I'd initially restricted the workaround to gcc because the reduced testcase attached to the GCC PR works when compiled with clang++ instead of g++. However, a bootstrap build is still nightmarishly bad on Solaris/sparcv9: the 11.0.0-rc1 one had 4817 failures, a fresh one on master with the workaround applied to both gcc and clang is down to 1365.

So there's at least some improvement, but still a long way to go.

I've now clarified the gcc situation, adding a reference to the GCC PR for the issue.

I've also managed to reproduce the LLVM 11 2-stage builds on master: 4581 failures with just gcc -O (instead of -O3) vs. 1325 failures with the stage 2 clang built with -O, too.

I couldn't get the 2-stage builds to finish initially because this is a 128-strand box: I had restricted stage 1 to -j24, carefully restricting the lit parallelism using LLVM_LIT_ARGS=-v -j 24. Unfortunately, that isn't automatically passed on to stage 2 and a test run at -j128 totally killed the box, overwhelming even 256 GB RAM.

Unfortunately, I haven't yet made much progress investigating the failures in the 2-stage builds: a pure Release build is useless for that, and a Debug build fails in a different way. I'm trying a RelWithDebInfo right now.

The question is how to proceed, though: with the workaround at least a 1-stage build with gcc shows no errors, so this is at least a basis. Getting a clean 2-stage build will require quite a bit of effort, also in areas long reported/known, but so far ignored (no atomic support in 32-bit unlike gcc, wrong long double on 32-bit sparc).

It would be nice to get this workaround in for now, forming a basis for further work.

ro added a comment.Aug 20 2020, 7:59 AM
In D85630#2228328, @ro wrote:

Unfortunately, I haven't yet made much progress investigating the failures in the 2-stage builds: a pure Release build is useless for that, and a Debug build fails in a different way. I'm trying a RelWithDebInfo right now.

For the record: just switching from a Release to a RelWithDebInfo build (using -O at stages 1 and 2) reduces the number of failures to 140. The vast majority of those are due to the lack of atomics support in 32-bit Sparc.

ro added a comment.Aug 25 2020, 1:08 AM
In D85630#2223304, @ro wrote:
In D85630#2220694, @ro wrote:

Ping? It's been a week, the patch fixes ca. 250 testsuite failures and is this a candidate for LLVM 11.0.0 rc2.

You should file a bug and put 'release-11.0.0' in the blocker field to ensure this gets cherry-picked into the release/11.x branch.

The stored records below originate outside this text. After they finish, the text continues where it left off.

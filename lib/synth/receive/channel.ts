import { createTransform } from '../fft/transform';
import { log10, powerOfDecibels } from '../math/exponential';
import { sineCosine, writeUnitOfTurns } from '../math/turns';
import { createWindow } from '../measure/window';

/** Sums for one tap a subcarrier. */
export interface TapSums {
  /** One symbol turned back by its common phase: 2·N found and meant values, `known`: 1 where a cell counts. */
  add(found: Float64Array, meant: Float64Array, known: Uint8Array, phaseTurns: number): void;
  /** Ĥ_k = ΣYX* / Σ|X|² (2·N); 0 where nothing was known. A new array. */
  taps(): Float64Array;
  /** Known cells behind each tap (N). Owned by the sums. */
  readonly counts: Float64Array;
}

/** Least squares of one tap a subcarrier. */
export function createTapSums(fftSize: number): TapSums {
  const cross = new Float64Array(2 * fftSize);
  const power = new Float64Array(fftSize);
  const counts = new Float64Array(fftSize);
  return {
    counts,
    add(found, meant, known, phaseTurns) {
      const { cosine, sine } = sineCosine(-phaseTurns);
      for (let p = 0; p < fftSize; p++) {
        if (known[p] === 0) continue;
        const yRe = found[2 * p]! * cosine - found[2 * p + 1]! * sine;
        const yIm = found[2 * p]! * sine + found[2 * p + 1]! * cosine;
        const xRe = meant[2 * p]!;
        const xIm = meant[2 * p + 1]!;
        cross[2 * p] = cross[2 * p]! + yRe * xRe + yIm * xIm;
        cross[2 * p + 1] = cross[2 * p + 1]! + yIm * xRe - yRe * xIm;
        power[p] = power[p]! + xRe * xRe + xIm * xIm;
        counts[p] = counts[p]! + 1;
      }
    },
    taps: () => cross.map((value, i) => (power[i >> 1] === 0 ? 0 : value / power[i >> 1]!)),
  };
}

/**
 * Fills the taps that nothing was known of, between first and last position: linearly between known neighbours, level beyond the outermost.
 * `counts`: 0 where a tap is missing. Changes `taps` (2·N); leaves it alone when no tap is known.
 */
export function interpolateTaps(taps: Float64Array, counts: Float64Array, first: number, last: number): void {
  let left = -1;
  for (let p = 0; p <= last; p++) {
    if (counts[p] === 0) continue;
    if (left < 0) for (let q = first; q < p; q++) copyTap(taps, p, q);
    else
      for (let q = left + 1; q < p; q++) {
        const share = (q - left) / (p - left);
        for (const part of [0, 1])
          taps[2 * q + part] = taps[2 * left + part]! + share * (taps[2 * p + part]! - taps[2 * left + part]!);
      }
    left = p;
  }
  if (left >= 0) for (let q = left + 1; q <= last; q++) copyTap(taps, left, q);
}

function copyTap(taps: Float64Array, from: number, to: number): void {
  taps[2 * to] = taps[2 * from]!;
  taps[2 * to + 1] = taps[2 * from + 1]!;
}

/** A channel over delay. */
export interface ImpulseResponse {
  /** |h|² against its largest, dB, at delays firstDelay, firstDelay + 1, … base-rate samples (N of them); a path of one tap is a lobe a few samples wide. */
  powerDb: Float64Array;
  firstDelay: number;
  /** Local maxima that stand clear of noise and of the lobe's own sides, by delay: power relative to the largest. */
  paths: { delaySamples: number; powerDb: number }[];
}

const PATH_LEAST_DB = -40;

/**
 * The impulse response of taps over positions first…last (filled), with a Hamming taper whose sides lie below −42 dB, and the paths
 * in it: maxima above −40 dB of the largest and 14 dB above `noisePower`, the mean square error of a tap.
 */
export function impulseResponse(
  taps: Float64Array,
  fftSize: number,
  first: number,
  last: number,
  noisePower: number,
): ImpulseResponse {
  const span = last - first + 1;
  const half = Math.floor(fftSize / 2);
  const spectrum = new Float64Array(2 * fftSize);
  let sum = 0;
  let squares = 0;
  const taper = createWindow('hamming', span + 1).weights;
  for (let p = first; p <= last; p++) {
    const weight = taper[p - first + 1]!;
    const k = p - half;
    const bin = k < 0 ? k + fftSize : k;
    spectrum[2 * bin] = weight * taps[2 * p]!;
    spectrum[2 * bin + 1] = weight * taps[2 * p + 1]!;
    sum += weight;
    squares += weight * weight;
  }
  const response = new Float64Array(2 * fftSize);
  createTransform(fftSize).inverse(spectrum, response);
  const firstDelay = -half;
  const power = new Float64Array(fftSize);
  let largest = 0;
  for (let i = 0; i < fftSize; i++) {
    const n = (i + firstDelay + fftSize) % fftSize;
    power[i] = (response[2 * n]! * response[2 * n]! + response[2 * n + 1]! * response[2 * n + 1]!) / (sum * sum);
    largest = Math.max(largest, power[i]!);
  }
  const least = Math.max(largest * 1e-4, (25 * noisePower * squares) / (sum * sum));
  const paths: ImpulseResponse['paths'] = [];
  for (let i = 0; i < fftSize; i++) {
    const here = power[i]!;
    const before = power[(i + fftSize - 1) % fftSize]!;
    const after = power[(i + 1) % fftSize]!;
    if (here >= least && here > before && here >= after)
      paths.push({ delaySamples: i + firstDelay, powerDb: 10 * log10(here / largest) });
  }
  return {
    powerDb: power.map((value) => (largest > 0 ? Math.max(-200, 10 * log10(value / largest)) : -200)),
    firstDelay,
    paths: paths.filter(({ powerDb }) => powerDb >= PATH_LEAST_DB),
  };
}

/**
 * Where in the guard the window should begin, in samples before the useful part, from the paths and the guard (all in base-rate samples):
 * in the middle of what the paths leave free; where they are spread wider than the guard, where the least energy comes from other symbols.
 * Result 0…guard, whole.
 */
export function windowAdvance(paths: ImpulseResponse['paths'], guard: number): number {
  if (paths.length === 0 || guard === 0) return 0;
  const first = paths[0]!.delaySamples;
  const last = paths[paths.length - 1]!.delaySamples;
  const spread = last - first;
  if (spread <= guard) return clampWhole(-first + Math.floor((guard - spread) / 2), guard);
  let best = 0;
  let least = Infinity;
  for (let advance = 0; advance <= guard; advance++) {
    let energy = 0;
    for (const { delaySamples, powerDb } of paths) {
      const excess = Math.max(0, delaySamples - (guard - advance), -advance - delaySamples);
      energy += excess * powerOfDecibels(powerDb);
    }
    if (energy < least) {
      least = energy;
      best = advance;
    }
  }
  return best;
}

function clampWhole(value: number, most: number): number {
  return Math.max(0, Math.min(most, value));
}

/**
 * The delay of the strongest path in base-rate samples, later is positive: where |Σ w_k H_k e^{j2πkτ/N}| is largest, `weights` being the
 * known power behind each tap (N). For one path in white noise this is the maximum-likelihood estimate.
 */
export function strongestDelay(taps: Float64Array, weights: Float64Array, fftSize: number): number {
  const half = Math.floor(fftSize / 2);
  const spectrum = new Float64Array(2 * fftSize);
  for (let p = 0; p < fftSize; p++) {
    const bin = p - half < 0 ? p - half + fftSize : p - half;
    spectrum[2 * bin] = weights[p]! * taps[2 * p]!;
    spectrum[2 * bin + 1] = weights[p]! * taps[2 * p + 1]!;
  }
  const response = new Float64Array(2 * fftSize);
  createTransform(fftSize).inverse(spectrum, response);
  let best = 0;
  let most = -1;
  for (let n = 0; n < fftSize; n++) {
    const power = response[2 * n]! * response[2 * n]! + response[2 * n + 1]! * response[2 * n + 1]!;
    if (power > most) {
      most = power;
      best = n;
    }
  }
  let delay = best >= fftSize / 2 ? best - fftSize : best;
  const unit = new Float64Array(2);
  const moments = (at: number): { power: number; slope: number; bend: number } => {
    let re = 0;
    let im = 0;
    let re1 = 0;
    let im1 = 0;
    let re2 = 0;
    let im2 = 0;
    for (let p = 0; p < fftSize; p++) {
      if (weights[p] === 0) continue;
      const k = p - half;
      writeUnitOfTurns((k * at) / fftSize, 0, unit, 0);
      const a = weights[p]! * (taps[2 * p]! * unit[0]! - taps[2 * p + 1]! * unit[1]!);
      const b = weights[p]! * (taps[2 * p]! * unit[1]! + taps[2 * p + 1]! * unit[0]!);
      re += a;
      im += b;
      re1 -= b * k;
      im1 += a * k;
      re2 -= a * k * k;
      im2 -= b * k * k;
    }
    return {
      power: re * re + im * im,
      slope: 2 * (re * re1 + im * im1),
      bend: 2 * (re1 * re1 + im1 * im1 + re * re2 + im * im2),
    };
  };
  // an eighth of a sample first: Newton's step needs to start on the top
  let top = moments(delay).power;
  const whole = delay;
  for (let i = -7; i <= 7; i++) {
    const { power } = moments(whole + i / 8);
    if (power > top) {
      top = power;
      delay = whole + i / 8;
    }
  }
  for (let i = 0; i < 8; i++) {
    const { slope, bend } = moments(delay);
    if (bend >= 0) break;
    const step = (-slope / bend) * (fftSize / 6.283185307179586);
    if (Math.abs(step) > 0.25) break;
    delay += step;
    if (Math.abs(step) < 1e-12) break;
  }
  return delay;
}
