import type { Page } from '@playwright/test';
import { createWaveform } from '@/lib/contracts/waveforms';
import { paLadder } from '@/lib/document/demoDocuments';
import { ask } from './support/api.ts';
import { expectAccessible } from './support/axe.ts';
import { drawnDocument, expectMeasured, live } from './support/table.ts';
import { expect, test } from './support/test.ts';

/** What a way reached; a way that is tried anew has no figure for a moment. */
async function figureOf(page: Page, name: RegExp): Promise<number> {
  let label = '';
  await expect(async () => {
    label = (await page.getByRole('radio', { name }).getAttribute('aria-label'))!;
    expect(label).toMatch(/\. \d+\.\d+ dB,/);
  }).toPass({ timeout: 10_000 });
  return Number(/\. (\d+\.\d+) dB,/.exec(label)![1]);
}

test('a peak is lowered: tried side by side, shown before it is applied, undone like any edit', async ({
  as,
  baseURL,
}, info) => {
  const page = await as('Ines Okoro');
  const document = paLadder();
  const body = { ...document, about: { ...document.about, title: 'Peak test' } };
  const { waveformId } = await ask(page.context().request, baseURL!, createWaveform, { query: {}, body });
  await page.goto(`/waveforms/${waveformId}`);
  await expectMeasured(page);
  const before = await drawnDocument(page);
  const beforeDb = (await live(page))!.paprDb!;

  if (info.project.name === 'phone') {
    await page.getByRole('button', { name: 'More' }).first().click();
    await page.getByRole('button', { name: 'Lower the peak' }).click();
  } else {
    await page.getByRole('application', { name: /^Grid,/ }).focus();
    await page.keyboard.press('l');
  }
  const clip = page.getByRole('radio', { name: /^Clip and filter\. \d/ });
  await expect(clip).toBeVisible({ timeout: 15_000 });
  await clip.click();
  const reached = await figureOf(page, /^Clip and filter/);
  expect(reached).toBeLessThan(beforeDb);
  // shown on the table, and no part of the document yet
  await expect.poll(async () => (await live(page))!.paprDb!.toFixed(2), { timeout: 10_000 }).toBe(reached.toFixed(2));
  expect(await drawnDocument(page)).toEqual(before);
  await expectAccessible(page, 'lower the peak');

  await page.getByRole('button', { name: 'Apply clip and filter' }).click();
  const { peakReduction } = (await drawnDocument(page)).content;
  expect(peakReduction).toEqual({ kind: 'clipAndFilter', targetPaprDb: 8.4, iterations: 4 });
  await expect(page.getByRole('dialog')).toHaveCount(0);
  await page.getByRole('application', { name: /^Grid,/ }).focus();
  await page.keyboard.press('Control+z');
  expect(await drawnDocument(page)).toEqual(before);
});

Will do. However, by the time I posted the patch it wasn't (and still fully isn't) clear that the patch is ok/acceptable even for master.

I've now filed Bug 47304 for this.

hans accepted this revision.Aug 27 2020, 5:14 AM

Feels like a hack, but I'm not strongly opposed either.

This revision is now accepted and ready to land.Aug 27 2020, 5:14 AM
ro updated this revision to Diff 288350.Aug 27 2020, 8:40 AM

Handle both Release and RelWithDebInfo builds, downgrade from both -O3 and -O2 to
-O.

ro added a comment.Aug 27 2020, 8:43 AM

Feels like a hack, but I'm not strongly opposed either.

It certainly is. However, even if both gcc were to stop generating invalid TLS sequences today and ld accepted what current gcc generates (possible, but difficult since there's no spec what can be emitted), it would take time for both to become available/be included in a release.

Are you still ok with the revised version? It was prompted by a question in Bug 47304 which showed that I'd missed some cases before.

hans added a comment.Aug 28 2020, 2:25 AM

Are you still ok with the revised version? It was prompted by a question in Bug 47304 which showed that I'd missed some cases before.

Sure, still okay.

This revision was automatically updated to reflect the committed changes.
brad added a subscriber: brad.Wed, Oct 7, 11:40 PM

What about reverting this now that you have found this is an issue with the Sun linker?

ro added a comment.Thu, Oct 8, 1:44 AM

What about reverting this now that you have found this is an issue with the Sun linker?

Knowing the source of the bug doesn't make it go away ;-) As explained in Bug 47304; I'm still awaiting the release of a fixed linker. I do have a patch for HandleLLVMOptions.cmake that only applies the workaround when the linker is broken, but that needs to be adjusted for the right version number.